In addition, I assist in moving the patient along the continuum of care while in the hospital setting, which assists in discharging the patient in a timely manner. For example, if one of my patients is not able go home because he/she was not able to be scheduled for a diagnostic on time, I intervene and find a solution to the problem. Another example, if I have a patient who needs an ISO room when one is not available, I work with the inpatient team to move or transfer patients in order to prevent a delay in admission.
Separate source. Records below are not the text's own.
package org.thermotile.jobs.cli;

import java.io.PrintWriter;
import org.thermotile.jobs.errors.UserInputException;
import picocli.CommandLine;
import picocli.CommandLine.Command;

/** The {@code thermotile} command line. */
@Command(name = "thermotile", mixinStandardHelpOptions = true, versionProvider = Main.Version.class,
        description = {"Urban surface temperatures, cell by cell and hour by hour.", "",
                "Surface temperature is not air temperature nor a heat-health index; results are "
                        + "estimates for comparing options. Defer to local building codes and "
                        + "licensed professionals for roofing, structural and health decisions."},
        subcommands = {RunCommand.class, CheckCommand.class, DemoCommand.class, PointCommand.class,
                CompareCommand.class, ObserveCommand.class, HotspotsCommand.class, ReportCommand.class, RateCommand.class, MaterialsCommand.class,
                CommandLine.HelpCommand.class},
        exitCodeListHeading = "%nExit codes:%n",
        exitCodeList = {"0:done", "1:the run failed (see the message)",
                "2:bad input or usage, the output folder in use by another command, a full, read-only or "
                        + "vanished output disk, an unreadable input, out of memory (the message names the "
                        + "file, place and fix)",
                "130:stopped by SIGINT (Ctrl-C); nothing published, see the message for what was kept",
                "143:stopped by SIGTERM; as 130"})
public final class Main {
    /** Exit status for bad input or usage. */
    public static final int BAD_INPUT = 2;

    /** Kept strongly reachable so the level set on it holds (JUL keeps loggers weakly). */
    private static final java.util.logging.Logger SIS_LOG = java.util.logging.Logger.getLogger("org.apache.sis");

    public static void main(String[] args) {
        // Apache SIS warns once per JVM that its optional EPSG data folder is not configured;
        // thermotile does not use it (UTM zones are built in), so the warning is noise here.
        SIS_LOG.setLevel(java.util.logging.Level.SEVERE);
        onStopSignals();
        System.exit(execute(args));
    }

    /** Exit status of a run stopped by SIGINT (128 + 2, the shells' convention). */
    public static final int STOPPED_INT = 130;

    /** Exit status of a run stopped by SIGTERM (128 + 15). */
    public static final int STOPPED_TERM = 143;

    /**
     * SIGINT and SIGTERM exit through {@link System#exit} with 128 + the signal's number, as the
     * JVM itself would, after noting which signal it was: the shutdown hook of a running job
     * ({@code CityJob}) then cancels it, cleans up and names the signal.
     */
    @SuppressWarnings("removal")
    private static void onStopSignals() {
        for (String name : new String[] {"INT", "TERM"}) {
            try {
                sun.misc.Signal.handle(new sun.misc.Signal(name), sig -> {
                    org.thermotile.jobs.city.CityJob.stoppedBy("SIG" + sig.getName());
                    new Thread(() -> System.exit(128 + sig.getNumber()), "thermotile-exit").start();
                });
            } catch (IllegalArgumentException | UnsupportedOperationException | LinkageError e) {
                // the platform does not offer this signal (or the JVM was started with -Xrs): default handling
            }
        }
    }

    /** Runs the command line and returns the exit status (for tests). */
    public static int execute(String... args) {
        return newCommandLine().execute(args);
    }

    /** Runs {@code args} on a command line whose streams a test has set; returns the exit status. */
    public static int executeWith(CommandLine cl, String... args) {
        installHandler(cl);
        return cl.execute(args);
    }

    static CommandLine newCommandLine() {
        CommandLine cl = new CommandLine(new Main());
        installHandler(cl);
        return cl;
    }

    private static void installHandler(CommandLine cl) {
        cl.setExecutionExceptionHandler((ex, cmd, parsed) -> {
            PrintWriter err = cmd.getErr();
            if (org.thermotile.jobs.city.CityJob.isStopping()) {
                return 1;              // a stop: the stop handler reports it and the JVM exits with 130 or 143
            }
            if (isUserError(ex)) {
                err.println("thermotile " + cmd.getCommandName() + ": " + ex.getMessage());
                err.flush();
                return BAD_INPUT;
            }
            err.println("thermotile " + cmd.getCommandName() + " failed: " + ex);
            if (System.getenv("THERMOTILE_DEBUG") != null) {
                ex.printStackTrace(err);
            } else {
                err.println("(set THERMOTILE_DEBUG=1 for the stack trace)");
            }
            err.flush();
            return 1;
        });
    }

    static boolean isUserError(Throwable ex) {
        return ex instanceof UserInputException || ex instanceof IllegalArgumentException
                || ex instanceof org.thermotile.jobs.config.ConfigException
                || ex instanceof org.thermotile.jobs.io.raster.RasterFileException
                || ex instanceof java.io.FileNotFoundException
                || ex instanceof java.nio.file.NoSuchFileException;
    }

    /** Version from the jar manifest, or "development". */
    static final class Version implements CommandLine.IVersionProvider {
        @Override
        public String[] getVersion() {
            String v = Main.class.getPackage().getImplementationVersion();
            return new String[] {"thermotile " + (v == null ? "0.1.0-SNAPSHOT" : v)};
        }
    }
}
As a Nurse Case Manager in the hospital setting, I find that most people (to include most Nurses), do not understand the job of a Case Manager. Most do not understand that a hospital Case Manager is more than a Nurse who sit in an office (I don't have an office), charts or read charts all shift, and who only pops his/her head out of the office once-in-a-blue-moon to perform Social Work (I am not a Social Worker, thus I do not perform Social Work).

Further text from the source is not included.